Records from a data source
"""Is any text in the window cut? Each rendered text's width (and height) against the widget that shows it.

Used by the tests in-process and by ``python -m tests.gui.fitcheck`` in a fresh process with a screen of a given
size and scale (``QT_QPA_PLATFORM=offscreen:configfile=…``, ``QT_SCALE_FACTOR``), which prints one JSON line.
"""

from __future__ import annotations

import json
import os
import sys

from PySide6.QtGui import QFontMetrics, QTextLayout, QTextOption
from PySide6.QtWidgets import QLabel


def _lines(text: str, font, width: int, wrap: bool) -> tuple[list[float], float]:
    """Natural widths of the lines Qt lays ``text`` out in at ``width``, and their total height."""
    layout = QTextLayout(text, font)
    opt = QTextOption()
    opt.setWrapMode(QTextOption.WrapMode.WordWrap if wrap else QTextOption.WrapMode.NoWrap)
    layout.setTextOption(opt)
    layout.beginLayout()
    widths, y = [], 0.0
    while True:
        line = layout.createLine()
        if not line.isValid():
            break
        line.setLineWidth(max(1, width))
        widths.append(line.naturalTextWidth())
        y += line.height()
    layout.endLayout()
    return widths, y


def cut_texts(window) -> list[str]:
    """Every visible reading, read-out text and panel title whose text is wider (or taller) than its widget."""
    from PySide6.QtCore import Qt
    from PySide6.QtWidgets import QScrollArea

    from ventset.gui.text import Reading, Text

    cut = []
    for area in window.findChildren(QScrollArea):  # content wider than a scroll area that cannot scroll sideways
        inner = area.widget()
        if (area.isVisibleTo(window) and inner is not None and area.horizontalScrollBarPolicy()
                == Qt.ScrollBarPolicy.ScrollBarAlwaysOff and inner.width() > area.viewport().width()):
            cut.append(f"scroll area {area.objectName()}: content {inner.width()} px in {area.viewport().width()}")
    for r in window.findChildren(Reading):
        if not r.isVisibleTo(window) or not r.text():
            continue
        vf, uf = r.value_font(), r.unit_font()
        need = (QFontMetrics(vf).horizontalAdvance(r.text()) + QFontMetrics(uf).averageCharWidth() // 2
                + QFontMetrics(uf).horizontalAdvance(r.unit()))
        if need > r.width() or QFontMetrics(vf).ascent() > r.height():
            cut.append(f"{r.objectName()}: '{r.text()} {r.unit()}' needs {need} px, has {r.width()}")
    for t in window.findChildren(Text):
        if not t.isVisibleTo(window) or not t.plainText():
            continue
        width = t.contentsRect().width()
        wrap = t.hasHeightForWidth()
        widths, h = _lines(t.plainText(), t.font(), width, wrap)
        if max(widths) > width + 0.5 or (wrap and h > t.height() + 1):
            cut.append(f"{t.objectName() or type(t.parent()).__name__}: '{t.plainText()}' needs "
                       f"{max(widths):.0f} × {h:.0f} px, has {width} × {t.height()}")
    for lab in window.findChildren(QLabel):
        name = lab.objectName()
        if not lab.isVisibleTo(window) or not lab.text() or lab.pixmap() is not None and not lab.pixmap().isNull():
            continue
        if lab.parent() is None or type(lab.parent()).__name__ not in ("SettingsPanel", "CautionsPanel", "Tile",
                                                                          "BreathPlot", "SettingsMapPlot",
                                                                          "WaveformPlot", "SensitivityPlot",
                                                                          "StatusStrip"):
            continue
        widths, h = _lines(lab.text(), lab.font(), lab.contentsRect().width(), lab.wordWrap())
        if max(widths) > lab.contentsRect().width() + 0.5 or h > lab.height() + 1:
            cut.append(f"label {name or lab.text()!r}: needs {max(widths):.0f} × {h:.0f} px, has "
                       f"{lab.contentsRect().width()} × {lab.height()}")
    return cut


def _probe() -> dict:
    """Open the window as a first run would on this screen (or with the settings given), pick the patients of
    argv, and report what is cut and where the window is."""
    from PySide6.QtWidgets import QApplication

    import ventset.gui  # noqa: F401
    from ventset.gui import geometry
    from ventset.gui.settings import open_settings
    from ventset.gui.window import MainWindow

    app = QApplication.instance() or QApplication([])
    app.setStyle("Fusion")
    window = MainWindow(open_settings())
    window.show()
    app.processEvents()
    out: dict = {"screen": list(geometry.available(window).getRect()), "window": list(window.frameGeometry().getRect()),
                 "on_screen": geometry.on_screen(window),
                 "cautions_on_screen": geometry.available(window).contains(
                     window.cautions.rect().translated(window.cautions.mapToGlobal(window.cautions.rect().topLeft()))),
                 "cut": {}}
    patients = [a.split(":") for a in sys.argv[1:] if ":" in a] or [["demo", ""]]
    for species, mass in patients:
        if species != "demo":
            window.form.change_species(species)
            window.form.set_text("mass", mass)
        window.controller.flush()
        for _ in range(6):
            app.processEvents()
        out["cut"][f"{species} {mass}".strip()] = cut_texts(window)
    if "--save" in sys.argv:
        window.close()
    return out


if __name__ == "__main__":
    os.environ.setdefault("VENTSET_GUI_SMOKE", "1")
    print(json.dumps(_probe()))
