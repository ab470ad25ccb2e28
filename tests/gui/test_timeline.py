"""The anaesthetic record panel: record a measurement, set a proposal, keep what was typed when it is wrong."""

from __future__ import annotations

import pytest

pytest.importorskip("PySide6")
from PySide6.QtCore import Qt  # noqa: E402

from ventset.evaluate import evaluate  # noqa: E402
from ventset.gui.timeline import TimelinePanel, install  # noqa: E402
from ventset.model import Circuit, Patient, Request, Targets  # noqa: E402
from ventset.planner import plan  # noqa: E402

DOG = Request(Patient("dog", 20.0, name="Juniper"), Circuit(tube_id_mm=8.0, tube_length_cm=8.0),
              Targets(paco2_mmhg=40.0))


@pytest.fixture
def panel(qtbot):
    applied = []
    p = TimelinePanel(lambda: DOG, applied.append)
    p.applied = applied
    qtbot.addWidget(p)
    p.resize(600, 1200)
    p.show()
    qtbot.waitExposed(p)
    return p


def fill(panel, **values):
    for key, text in values.items():
        edit = panel.edits[key.replace("_", "-")]
        edit.clear()
        edit.setText(text)


def test_recording_a_measurement_shows_a_proposal(panel, qtbot):
    fill(panel, time="0", tidal_volume="200 mL", rate="10", etco2="50", paco2="55")
    qtbot.mouseClick(panel.record_button, Qt.MouseButton.LeftButton)
    assert len(panel.entries) == 1 and panel.table.rowCount() == 1
    text = panel.proposal_text.text()
    m = panel.entries[0].measurement
    # The 200 mL typed is what is set on the ventilator; the circuit takes Cc·(peak − PEEP) of it (Chatburn 2014).
    s = plan(DOG).subject
    peak = evaluate(s, m.tidal_volume_ml, 10.0).peak_cmh2o
    assert m.set_tidal_volume_ml == 200 and m.tidal_volume_ml < 200
    assert m.tidal_volume_ml + s.compressible_ml_cmh2o * (peak - s.peep_cmh2o) == pytest.approx(200, rel=1e-9)
    # Alveolar ventilation equation: VT kept, rate 10 × 55/40 = 13.75/min (shown to 3 figures).
    assert "Next: set 200 mL (" in text and " at the patient) at 13.8/min" in text
    assert "Part-way: set 200 mL (" in text and "at 12.5/min" in text  # +37.5 % is over the 25 % step
    assert "LARGE_STEP" not in text and "CAUTION" in text
    assert panel.set_full.isEnabled() and panel.set_partial.isEnabled()
    assert panel.edits["paco2"].text() == ""  # the measured values are in the record now
    assert panel.edits["rate"].text() == "10"  # the settings in use stay


def test_accepting_sets_the_settings_in_use_and_keeps_the_record(panel, qtbot):
    fill(panel, time="0", tidal_volume="200", rate="10", paco2="55")
    panel.record()
    qtbot.mouseClick(panel.set_partial, Qt.MouseButton.LeftButton)
    e = panel.entries[0]
    assert e.accepted == "partial_step" and e.settings_set.rate_per_min == pytest.approx(12.5)
    assert e.proposal.rate_per_min == pytest.approx(13.75)  # what was proposed is kept beside what was set
    assert panel.applied[-1].settings == e.settings_set
    assert panel.applied[-1].metabolic_rate_w > 0  # the measured CO2 output, for the window's plan
    assert panel.edits["rate"].text() == "12.5"
    assert "part-way" in panel.table.item(0, 6).text()
    fill(panel, time="12", paco2="45")
    panel.record()
    assert len(panel.entries) == 2 and panel.entries[1].measurement.rate_per_min == pytest.approx(12.5)
    fill(panel)
    panel.own_vt.setText("210")
    panel.own_rate.setText("14")
    qtbot.mouseClick(panel.set_own, Qt.MouseButton.LeftButton)
    own = panel.entries[1].settings_set
    assert panel.entries[1].accepted == "own" and own.set_tidal_volume_ml == 210 and own.tidal_volume_ml < 210
    assert panel.entries[0].accepted == "partial_step"


def test_an_invalid_entry_is_marked_and_nothing_is_lost(panel, qtbot):
    fill(panel, time="0", tidal_volume="200", rate="abc", etco2="5 kg", spo2="101", note="after positioning")
    qtbot.mouseClick(panel.record_button, Qt.MouseButton.LeftButton)
    assert panel.entries == ()
    assert panel.invalid_keys() == {"rate", "etco2", "spo2"}
    for key in ("rate", "etco2", "spo2"):
        assert panel.edits[key].property("invalid") is True
        assert panel.error_labels[key].isVisibleTo(panel) and panel.error_labels[key].text().startswith("⚠")
    assert "not a unit of this kind" in panel.error_labels["etco2"].text()
    assert (panel.edits["rate"].text(), panel.edits["etco2"].text(), panel.edits["spo2"].text(),
            panel.edits["note"].text()) == ("abc", "5 kg", "101", "after positioning")
    assert "Not recorded" in panel.status.text()
    qtbot.keyClicks(panel.edits["etco2"], "x")  # typing in a marked field clears its mark only
    assert panel.invalid_keys() == {"rate", "spo2"}
    fill(panel, rate="12", etco2="5.6 kPa", spo2="97")
    assert panel.record()
    assert panel.entries[0].measurement.etco2_mmhg == pytest.approx(5.6 * 7.500615758)
    assert panel.entries[0].measurement.note == "after positioning"


def test_an_impossible_tidal_volume_is_marked(panel):
    fill(panel, time="0", tidal_volume="20", rate="10", paco2="50")  # below the model's dead space
    assert not panel.record()
    assert panel.invalid_keys() == {"tidal-volume"} and panel.edits["tidal-volume"].text() == "20"


def test_record_needs_a_request(qtbot):
    p = TimelinePanel(lambda: None)
    qtbot.addWidget(p)
    fill(p, time="0", tidal_volume="200", rate="10", paco2="50")
    assert not p.record()
    assert p.entries == () and p.edits["paco2"].text() == "50"


def test_themes_recolour_without_losing_the_record(panel):
    from ventset.gui.theme import THEMES

    fill(panel, time="0", tidal_volume="200", rate="10", paco2="55", etco2="5 kg")
    panel.record()
    for theme in THEMES.values():
        panel.set_theme(theme)
        assert panel.edits["etco2"].text() == "5 kg" and theme.danger in panel.edits["etco2"].styleSheet()


def test_clock_times_count_from_the_first_entry(panel):
    fill(panel, time="23:50", tidal_volume="200", rate="10", paco2="50")
    panel.record()
    fill(panel, time="00:05", paco2="44")
    panel.record()
    assert [e.measurement.time_min for e in panel.entries] == [0.0, 15.0]


def test_in_the_window_the_plan_follows_what_is_set(make_window):
    from tests.gui.conftest import settle

    window = make_window(DOG)
    panel = install(window)
    settle(window)
    assert window.tabs.indexOf(panel) >= 0
    # Offered from the plan before the first record: the volume to set, and what the patient receives of it.
    assert panel.edits["tidal-volume"].text() == f"{window.controller.plan.ventilation.set_tidal_volume_ml:.4g}"
    assert panel.vt_note.text().startswith("= 200 mL at the patient")
    fill(panel, time="0", rate="10", paco2="46")
    assert panel.record()
    panel.accept_latest("proposal")
    settle(window)
    req, plan = window.controller.request, window.controller.plan
    assert req.strategy.rate_per_min == pytest.approx(10 * 46 / 40)
    # Metabolic rate from the measured CO2 output, by hand: VA = 10·(200·0.9 − 43.194) = 1368 mL/min;
    # VCO2 = 1368·46/867.12 = 72.58 mL/min (alveolar ventilation equation); VO2 = VCO2/0.8;
    # W = VO2·(3.941 + 1.106·0.8)·4.184/60 = 30.5 W (Weir 1949).
    vco2 = 10 * (200 * 0.9 - 43.194) * 46 / 867.121
    assert req.patient.metabolic_rate_w == pytest.approx(vco2 / 0.8 * (3.941 + 1.106 * 0.8) * 4.184 / 60, rel=1e-4)
    # The window's plan now shows the settings that were set (measured CO2 output, same target).
    assert plan.ventilation.rate_per_min == pytest.approx(11.5)
    assert plan.ventilation.tidal_volume_ml == pytest.approx(200.0)
    assert "metabolic rate" in panel.status.text()


def test_a_preference_that_cannot_be_kept_says_why_first(panel):
    # Keep the tidal volume: 10/min × 100/40 = 25/min is past the dog's highest usual rate, so both change.
    fill(panel, time="0", tidal_volume="223", rate="10", paco2="100")
    assert panel.prefer.currentData() == "rate" and panel.record()
    first = panel.proposal_text.text().split("<br><br>")[0]
    assert first.startswith("<b>Not as chosen (keep the tidal volume, change the rate)")
    assert "highest usual rate" in first and panel.entries[0].proposal.changed == "both"
    assert "PROPOSAL_LIMITED" not in panel.proposal_text.text()
    fill(panel, time="10", paco2="44")  # 10 × 44/40 = 11/min: kept, nothing to explain
    assert panel.record()
    assert "Not as chosen" not in panel.proposal_text.text() and panel.entries[1].proposal.changed == "rate"


def test_species_notes_once_per_card(panel):
    from ventset.library import load_library

    notes = load_library().species["dog"].notes
    assert notes  # the dog's entry has notes (e.g. on open-chest surgery)
    fill(panel, time="0", tidal_volume="223", rate="10", paco2="55")  # a large step: full and part-way plans
    assert panel.record() and panel.entries[0].partial_step is not None
    text = panel.proposal_text.text()
    for n in notes:
        assert text.count(n.code) == 1, n.code
        assert n.text[:40] not in text  # the sentence is in the Cautions panel, not repeated on every card
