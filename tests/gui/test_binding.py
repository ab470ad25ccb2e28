"""ventset.gui.binding: PySide6's per-import source check answered from the file's bytes gives the answers
PySide6's own check (inspect.getsource, the outside reference) gives."""

import json
import sys

import numpy
import pyqtgraph
import pyqtgraph.graphicsItems.PlotCurveItem

import ventset.gui.binding as binding
import ventset.gui.plots
import ventset.planner


def _own_check():
    feature = sys.modules["shibokensupport.feature"]
    check = feature._mod_uses_pyside
    assert getattr(check, "quick", False), "ventset.gui made PySide6's check quick when it was imported"
    return next(c.cell_contents for c in check.__closure__ if callable(c.cell_contents))


def test_the_quick_check_is_installed_in_the_pinned_pyside6():
    assert binding.quicken_source_check() is True  # a second call keeps the one installed
    _own_check()


def test_the_quick_check_agrees_with_pyside6s_own():
    own = _own_check()
    compiled = sys.modules["numpy._core._multiarray_umath"]  # an extension module: PySide6's own check answers
    modules = [ventset.gui.plots, ventset.planner, pyqtgraph, pyqtgraph.graphicsItems.PlotCurveItem, numpy, json,
               sys, compiled]
    answers = {m.__name__: binding.source_mentions(m, own) for m in modules}
    assert answers == {m.__name__: own(m) for m in modules}
    assert answers["ventset.gui.plots"] is True  # it imports PySide6
    assert answers["ventset.planner"] is False   # the pure core never does
    assert answers["sys"] is False               # built in: PySide6's own check answers


def test_a_file_that_cannot_be_read_is_left_to_pyside6s_check(tmp_path):
    class Gone:
        __file__ = str(tmp_path / "gone.py")

    asked = []
    assert binding.source_mentions(Gone(), lambda m: asked.append(m) or True) is True
    assert len(asked) == 1
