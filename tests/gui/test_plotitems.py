"""ventset.gui.plotitems against pyqtgraph's own items (the outside reference). One point drawn by a Marker has
the same pixels as the same point, symbol, size, pen and brush drawn by a ScatterPlotItem, wherever it falls; a
Curve has the pixels of a PlotCurveItem with the same pen and data."""

import numpy as np
import pyqtgraph as pg
import pytest
from PySide6.QtCore import QRectF, Qt
from PySide6.QtGui import QBrush, QColor, QPen

from ventset.gui.plotarea import PlotView
from ventset.gui.plotitems import Curve, Marker, Picture


def _pen(colour: str, width: float) -> QPen:
    pen = QPen(QColor(colour))
    pen.setWidthF(width)
    pen.setCosmetic(True)
    return pen


def _view(qtbot):
    view = PlotView()
    qtbot.addWidget(view)
    view.setBackground("#ffffff")
    view.getPlotItem().vb.setRange(xRange=(0, 80), yRange=(0, 30), padding=0)
    view.resize(420, 260)
    view.show()
    qtbot.waitExposed(view)
    return view


STYLES = [("o", 17.6, ("#ffffff", 2.0), "#c0392b"), ("+", 17.6, ("#1b1f24", 3.0), "#1b1f24"),
          ("o", 14.4, ("#25292e", 2.0), "#e67e22")]
POINTS = [(40.0, 15.0), (12.37, 21.91), (0.4, 29.8), (79.9, 0.2), (55.55, 7.25), (85.0, 15.0)]


@pytest.mark.parametrize("symbol,size,pen,brush", STYLES)
def test_a_marker_draws_the_pixels_of_a_scatter_point(qtbot, symbol, size, pen, brush):
    ref_view, our_view = _view(qtbot), _view(qtbot)
    ref = pg.ScatterPlotItem(size=size, symbol=symbol)
    ours = Marker(symbol, size)
    for item in (ref, ours):
        item.setPen(_pen(*pen))
        item.setBrush(QBrush(QColor(brush)))
    ref_view.addItem(ref)
    our_view.addItem(ours)
    for x, y in POINTS:  # inside, at the edges (partly clipped) and outside the view
        ref.setData([x], [y])
        ours.setData([x], [y])
        assert ref_view.grab().toImage() == our_view.grab().toImage(), (x, y)
    assert ours.isVisible()
    ref.setData([], [])
    ours.setData([], [])
    assert ours.data.size == 0 and not ours.isVisible()
    assert ref_view.grab().toImage() == our_view.grab().toImage()


def test_a_new_pixel_ratio_renders_the_image_again(qtbot):
    ours = Marker("o", 10)
    ours.setPen(_pen("#000000", 2))
    ours.set_ratio(2.0)
    assert ours.pixmap().devicePixelRatio() == 2.0
    assert ours.pixmap().width() == 24  # ceil(2 × (10 + 2)), as pyqtgraph renders it for the same ratio


CURVE_PENS = [("#1f5f8b", 2.5, Qt.PenStyle.SolidLine), ("#6b7280", 1.2, Qt.PenStyle.DotLine),
              ("#1b1f24", 1.5, Qt.PenStyle.DashLine), ("#b25d00", 3.0, Qt.PenStyle.SolidLine)]


@pytest.mark.parametrize("colour,width,style", CURVE_PENS)
def test_a_curve_draws_the_pixels_of_a_plot_curve_item(qtbot, colour, width, style):
    """Curve against PlotCurveItem: lines with gaps (NaN, connect='finite'), lines leaving the view, a closed box."""
    ref_view, our_view = _view(qtbot), _view(qtbot)
    # antialias as ventset.gui.plots configures pyqtgraph (its default is off, and then Curve leaves it to pyqtgraph)
    ref, ours = pg.PlotCurveItem(connect="finite", antialias=True), Curve(connect="finite", antialias=True)
    for item in (ref, ours):
        pen = _pen(colour, width)
        pen.setStyle(style)
        item.setPen(pen)
    ref_view.addItem(ref)
    our_view.addItem(ours)
    x = np.linspace(0.0, 90.0, 160)
    data = [(x, 600.0 / np.maximum(x, 1.0)), (np.r_[x, np.nan, x], np.r_[0.3 * x, np.nan, 29 - 0.2 * x]),
            ([10.0, 60.0, 60.0, 10.0, 10.0], [5.0, 5.0, 25.0, 25.0, 5.0]), ([], [])]
    for xs, ys in data:
        ref.setData(xs, ys)
        ours.setData(xs, ys)
        assert ref_view.grab().toImage() == our_view.grab().toImage()


def test_a_curve_with_a_fill_is_painted_by_pyqtgraph(qtbot):
    ref_view, our_view = _view(qtbot), _view(qtbot)
    ref, ours = pg.PlotCurveItem(fillLevel=0.0, brush="#88aadd"), Curve(fillLevel=0.0, brush="#88aadd")
    for view, item in ((ref_view, ref), (our_view, ours)):
        item.setPen(_pen("#1b1f24", 2.0))
        item.setData([0.0, 20.0, 40.0, 80.0], [3.0, 25.0, 12.0, 20.0])
        view.addItem(item)
    assert ref_view.grab().toImage() == our_view.grab().toImage()


def _shifted_by_at_most_one_pixel(ref, ours) -> bool:
    """Every pixel that differs has the colour ours shows within one pixel of it in ref (a cell edge moved by
    one pixel at most: the two nearest-pixel scalings round a cell boundary that falls inside a pixel apart)."""
    w, h = ref.width(), ref.height()
    for y in range(h):
        for x in range(w):
            c = ours.pixel(x, y)
            if c != ref.pixel(x, y) and not any(
                    ref.pixel(min(w - 1, max(0, x + dx)), min(h - 1, max(0, y + dy))) == c
                    for dx in (-1, 0, 1) for dy in (-1, 0, 1)):
                return False
    return True


def test_a_picture_shows_the_cells_an_image_item_shows(qtbot):
    """Picture against ImageItem (row-major, the same array, the same rectangle): the same cells, colours and
    place; at most a cell edge one pixel apart (Qt's fast scaling of its own pixel format rounds edges that fall
    inside a pixel differently from its general path, which ImageItem's RGBA image takes)."""
    ref_view, our_view = _view(qtbot), _view(qtbot)
    ref, ours = pg.ImageItem(axisOrder="row-major"), Picture()
    ref_view.addItem(ref)
    our_view.addItem(ours)
    rng = np.random.default_rng(3)
    lut = np.array([[60, 60, 70, 255], [235, 235, 240, 255], [250, 215, 170, 255], [245, 190, 190, 255]], np.uint8)
    cells = np.repeat(np.repeat(rng.integers(0, 4, (12, 12)), 10, axis=0), 10, axis=1)  # 120 × 120, blocks
    for rect in (QRectF(0, 0, 80, 30), QRectF(3.3, 1.7, 61.9, 24.2)):
        for item in (ref, ours):
            item.setImage(lut[cells], autoLevels=False)
            item.setRect(rect)
        a, b = ref_view.grab().toImage(), our_view.grab().toImage()
        assert np.array_equal(ours.image, ref.image)
        assert _shifted_by_at_most_one_pixel(a, b)
        moved = sum(a.pixel(x, y) != b.pixel(x, y) for y in range(a.height()) for x in range(a.width()))
        assert moved < 0.01 * a.width() * a.height()
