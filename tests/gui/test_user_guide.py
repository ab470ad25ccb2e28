"""docs/user-guide.md explains every caution code the plan can raise, and every picture it shows exists."""

from __future__ import annotations

import re
from pathlib import Path

from ventset.library import load_library

ROOT = Path(__file__).resolve().parents[2]
GUIDE = ROOT / "docs" / "user-guide.md"


def _rule_codes() -> set[str]:
    src = (ROOT / "ventset" / "cautions.py").read_text(encoding="utf-8")
    return set(re.findall(r'"([A-Z][A-Z0-9_]{3,})"', src))  # codes are the only upper-case strings there


def test_every_plan_caution_code_is_explained():
    codes = _rule_codes()
    assert {"VT_NOT_ABOVE_DEAD_SPACE", "APPARATUS_DEAD_SPACE", "TARGET_UNREACHABLE"} <= codes  # the scan works
    text = GUIDE.read_text(encoding="utf-8")
    assert [c for c in sorted(codes) if f"| {c} |" not in text] == []


def test_every_species_note_code_is_explained():
    text = GUIDE.read_text(encoding="utf-8")
    codes = {n.code for sp in load_library().species.values() for n in sp.notes}
    assert [c for c in sorted(codes) if f"| {c} |" not in text] == []


def test_every_picture_in_the_guide_exists():
    text = GUIDE.read_text(encoding="utf-8")
    images = re.findall(r"\]\((images/[^)]+)\)", text)
    assert len(images) >= 15
    assert [i for i in images if not (GUIDE.parent / i).is_file()] == []


def test_the_guide_carries_the_standing_notice():
    from ventset.model import STANDING_NOTICE

    text = " ".join(GUIDE.read_text(encoding="utf-8").replace(">", " ").split())
    assert " ".join(STANDING_NOTICE.split()) in text
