"""The mount panel: connect to a telescope on an INDI server, watch it, send it our site and
clock, slew or sync it to the selected target behind the site's interlocks, and stop it.

Threads. Every network call runs off the GUI thread in a MountJob, a thread of its own rather
than the shared worker pool (gui.workers): an abort must never queue behind a night's
planning, and a slew that is followed to its end holds its thread for up to a few minutes.
ABORT starts its own job at once, even while a slew job waits for the motion to end:
Telescope.abort and a waiting slew_to_target are meant to run in two threads
(mount/telescope.py; the client's waits release its lock). The status box reads the client's
cached copy of the device's properties (Telescope.status: snapshots under the client's lock,
no network), polled on the GUI thread. The interlock check is core arithmetic
(mount.pointing_for, about 10 ms) and runs in a MountJob too.

A lost connection is shown and stays lost: nothing reconnects by itself, and a manual Connect
never resumes a motion (mount.errors.ConnectionLost).
"""
from __future__ import annotations

import threading
import time
from datetime import datetime, timezone

from PySide6.QtCore import Qt, QTimer, Signal
from PySide6.QtGui import QAction, QFontDatabase, QKeySequence, QShortcut
from PySide6.QtWidgets import (QComboBox, QDialog, QDoubleSpinBox, QGridLayout,
                               QGroupBox, QHBoxLayout, QLabel, QLineEdit, QPlainTextEdit,
                               QPushButton, QVBoxLayout, QWidget)

from ...io.angles import format_dec_dms, format_ra_hms
from ...mount import (CAUTION, ConnectionLost, Telescope, pointing_for, slew_to_target,
                      watch_track)
from ...mount.calibration import sample_offsets_text
from ...mount.telescope import FRAME_TEXT
from .mount_jobs import (JOIN_TIMEOUT_S, MountJob, one_line, open_mount, record_to_file,
                         switch_device)
from .mount_pointing import MountPointingRow
from .mount_text import ConfirmMotionDialog, confirmation_text, report_text
from ..document import PLACEHOLDER_SITE_NAME
from ..number_text import fixed
from .theme_link import theme_colour, theme_name, watch_theme

DEFAULT_ADDRESS = "localhost:7624"
STATUS_POLL_MS = 500
# The selected target's verdict is refreshed this often while the panel is in use: a target
# sets below the altitude limit or the Sun comes near within minutes.
RECHECK_MS = 30_000
CHECK_DELAY_MS = 150
# A confirmation older than this is not acted on: the place and verdict it showed are stale.
CONFIRM_FRESH_S = 60.0
# The device's site "matches" ours within these (about 10 m on the ground).
SITE_MATCH_DEG, SITE_MATCH_M = 1e-4, 10.0
LOG_LINES = 300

* _Exercise details_
Wherever the word "network" appears in a line of the records, count that line. Say how many there are, with no other words.

* _Answer space_
2